### Work to complete
Scan the lines below; pull out those with "want".

### Extracted material
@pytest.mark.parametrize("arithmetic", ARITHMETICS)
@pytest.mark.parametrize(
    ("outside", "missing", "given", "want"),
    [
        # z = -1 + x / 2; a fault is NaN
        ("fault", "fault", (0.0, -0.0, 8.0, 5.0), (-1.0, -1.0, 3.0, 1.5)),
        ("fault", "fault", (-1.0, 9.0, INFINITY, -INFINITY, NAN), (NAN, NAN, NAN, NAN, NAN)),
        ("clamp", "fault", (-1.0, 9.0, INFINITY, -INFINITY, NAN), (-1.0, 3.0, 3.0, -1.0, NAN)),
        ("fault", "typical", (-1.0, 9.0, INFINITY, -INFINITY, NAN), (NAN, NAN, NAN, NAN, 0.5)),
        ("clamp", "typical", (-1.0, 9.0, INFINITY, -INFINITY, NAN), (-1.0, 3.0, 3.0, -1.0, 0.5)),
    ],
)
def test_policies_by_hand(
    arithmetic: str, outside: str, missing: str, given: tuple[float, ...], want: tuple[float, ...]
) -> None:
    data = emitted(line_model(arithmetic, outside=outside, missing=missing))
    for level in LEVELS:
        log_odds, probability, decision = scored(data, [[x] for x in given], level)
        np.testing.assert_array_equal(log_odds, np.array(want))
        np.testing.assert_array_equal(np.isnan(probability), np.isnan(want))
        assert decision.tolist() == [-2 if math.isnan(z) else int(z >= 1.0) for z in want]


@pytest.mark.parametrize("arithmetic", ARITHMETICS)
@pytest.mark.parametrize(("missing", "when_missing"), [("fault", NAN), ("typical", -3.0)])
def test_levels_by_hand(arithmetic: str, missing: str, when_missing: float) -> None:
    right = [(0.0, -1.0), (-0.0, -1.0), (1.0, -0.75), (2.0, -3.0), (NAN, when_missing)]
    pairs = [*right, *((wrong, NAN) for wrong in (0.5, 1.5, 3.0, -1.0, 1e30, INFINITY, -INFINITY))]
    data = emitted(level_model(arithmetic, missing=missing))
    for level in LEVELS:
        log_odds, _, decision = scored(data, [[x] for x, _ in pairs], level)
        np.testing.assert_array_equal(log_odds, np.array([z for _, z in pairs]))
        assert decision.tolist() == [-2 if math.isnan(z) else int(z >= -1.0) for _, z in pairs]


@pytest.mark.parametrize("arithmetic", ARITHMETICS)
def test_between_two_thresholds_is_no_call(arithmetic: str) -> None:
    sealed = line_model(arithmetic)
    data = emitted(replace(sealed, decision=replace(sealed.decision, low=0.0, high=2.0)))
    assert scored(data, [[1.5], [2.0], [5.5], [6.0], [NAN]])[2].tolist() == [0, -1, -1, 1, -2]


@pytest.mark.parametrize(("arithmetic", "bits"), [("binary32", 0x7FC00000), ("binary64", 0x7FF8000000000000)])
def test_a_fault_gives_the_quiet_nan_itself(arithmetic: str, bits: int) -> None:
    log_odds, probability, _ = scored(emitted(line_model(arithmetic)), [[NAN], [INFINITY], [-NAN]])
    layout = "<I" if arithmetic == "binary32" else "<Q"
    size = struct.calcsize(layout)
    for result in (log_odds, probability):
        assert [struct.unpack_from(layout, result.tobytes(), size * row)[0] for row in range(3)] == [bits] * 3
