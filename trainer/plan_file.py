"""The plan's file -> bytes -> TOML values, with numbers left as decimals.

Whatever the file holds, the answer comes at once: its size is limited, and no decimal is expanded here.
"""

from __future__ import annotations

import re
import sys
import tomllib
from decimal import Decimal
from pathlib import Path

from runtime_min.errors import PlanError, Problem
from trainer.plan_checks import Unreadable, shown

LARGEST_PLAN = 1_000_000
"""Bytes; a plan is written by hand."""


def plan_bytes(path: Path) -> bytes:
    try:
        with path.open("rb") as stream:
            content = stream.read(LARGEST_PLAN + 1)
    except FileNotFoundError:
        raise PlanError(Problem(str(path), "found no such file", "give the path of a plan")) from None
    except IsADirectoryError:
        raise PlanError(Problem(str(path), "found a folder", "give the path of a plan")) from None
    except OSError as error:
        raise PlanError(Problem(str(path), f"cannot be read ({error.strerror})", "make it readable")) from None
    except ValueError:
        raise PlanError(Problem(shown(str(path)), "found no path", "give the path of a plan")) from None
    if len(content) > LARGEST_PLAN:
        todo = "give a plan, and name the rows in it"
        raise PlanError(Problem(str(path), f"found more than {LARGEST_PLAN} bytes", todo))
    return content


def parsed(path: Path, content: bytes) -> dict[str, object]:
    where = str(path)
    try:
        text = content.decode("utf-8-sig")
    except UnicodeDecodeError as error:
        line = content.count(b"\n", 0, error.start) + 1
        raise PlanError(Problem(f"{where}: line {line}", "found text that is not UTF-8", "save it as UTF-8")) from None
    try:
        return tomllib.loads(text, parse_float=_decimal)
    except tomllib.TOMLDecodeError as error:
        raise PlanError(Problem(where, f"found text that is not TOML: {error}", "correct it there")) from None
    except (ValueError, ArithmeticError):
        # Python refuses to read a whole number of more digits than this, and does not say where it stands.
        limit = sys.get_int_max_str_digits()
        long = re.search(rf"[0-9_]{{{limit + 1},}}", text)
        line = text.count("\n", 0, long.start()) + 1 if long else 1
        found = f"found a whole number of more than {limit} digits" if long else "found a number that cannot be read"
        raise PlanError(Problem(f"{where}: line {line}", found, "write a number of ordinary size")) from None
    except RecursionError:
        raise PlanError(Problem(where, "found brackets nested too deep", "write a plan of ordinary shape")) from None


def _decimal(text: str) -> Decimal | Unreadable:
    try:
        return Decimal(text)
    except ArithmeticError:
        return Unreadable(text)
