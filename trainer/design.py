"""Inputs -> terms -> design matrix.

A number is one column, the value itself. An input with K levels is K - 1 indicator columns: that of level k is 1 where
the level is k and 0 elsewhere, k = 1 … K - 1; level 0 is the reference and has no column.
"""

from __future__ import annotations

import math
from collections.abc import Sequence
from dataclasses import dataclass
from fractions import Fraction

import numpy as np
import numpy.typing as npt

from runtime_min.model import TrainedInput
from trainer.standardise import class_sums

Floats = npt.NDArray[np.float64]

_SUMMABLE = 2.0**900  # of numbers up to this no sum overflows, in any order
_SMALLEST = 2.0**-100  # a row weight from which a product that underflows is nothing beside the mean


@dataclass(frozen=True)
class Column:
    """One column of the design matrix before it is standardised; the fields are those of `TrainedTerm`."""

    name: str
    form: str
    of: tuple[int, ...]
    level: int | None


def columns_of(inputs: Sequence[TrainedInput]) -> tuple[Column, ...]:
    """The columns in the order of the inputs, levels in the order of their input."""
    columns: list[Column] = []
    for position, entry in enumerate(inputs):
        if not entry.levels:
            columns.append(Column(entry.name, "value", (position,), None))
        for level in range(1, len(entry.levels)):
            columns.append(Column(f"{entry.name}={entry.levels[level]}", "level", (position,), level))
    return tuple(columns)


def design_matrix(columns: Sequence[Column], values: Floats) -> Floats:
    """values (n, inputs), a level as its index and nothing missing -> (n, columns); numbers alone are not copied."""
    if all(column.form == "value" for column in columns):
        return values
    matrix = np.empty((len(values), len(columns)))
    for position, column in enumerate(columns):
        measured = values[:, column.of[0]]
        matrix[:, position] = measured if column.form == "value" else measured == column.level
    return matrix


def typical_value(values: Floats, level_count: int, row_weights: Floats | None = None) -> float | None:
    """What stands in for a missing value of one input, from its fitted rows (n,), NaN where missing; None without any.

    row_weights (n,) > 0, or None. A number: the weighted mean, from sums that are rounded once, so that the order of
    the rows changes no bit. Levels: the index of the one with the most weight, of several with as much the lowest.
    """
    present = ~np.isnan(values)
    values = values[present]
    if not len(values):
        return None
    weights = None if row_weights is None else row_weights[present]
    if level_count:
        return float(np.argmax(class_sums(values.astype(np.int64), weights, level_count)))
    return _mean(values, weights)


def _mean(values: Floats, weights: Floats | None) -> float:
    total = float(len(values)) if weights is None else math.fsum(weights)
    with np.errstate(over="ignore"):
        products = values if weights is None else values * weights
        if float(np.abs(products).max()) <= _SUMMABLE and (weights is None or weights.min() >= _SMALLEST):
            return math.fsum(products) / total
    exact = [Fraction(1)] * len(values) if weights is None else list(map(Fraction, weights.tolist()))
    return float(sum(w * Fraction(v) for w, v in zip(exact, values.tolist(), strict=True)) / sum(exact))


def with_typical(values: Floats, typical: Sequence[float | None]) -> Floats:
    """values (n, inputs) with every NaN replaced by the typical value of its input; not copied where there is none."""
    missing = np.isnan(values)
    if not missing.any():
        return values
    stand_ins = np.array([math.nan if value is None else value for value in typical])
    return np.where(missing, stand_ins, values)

### Task result
    ("outside", "missing", "given", "want"),
    arithmetic: str, outside: str, missing: str, given: tuple[float, ...], want: tuple[float, ...]
        np.testing.assert_array_equal(log_odds, np.array(want))
        np.testing.assert_array_equal(np.isnan(probability), np.isnan(want))
        assert decision.tolist() == [-2 if math.isnan(z) else int(z >= 1.0) for z in want]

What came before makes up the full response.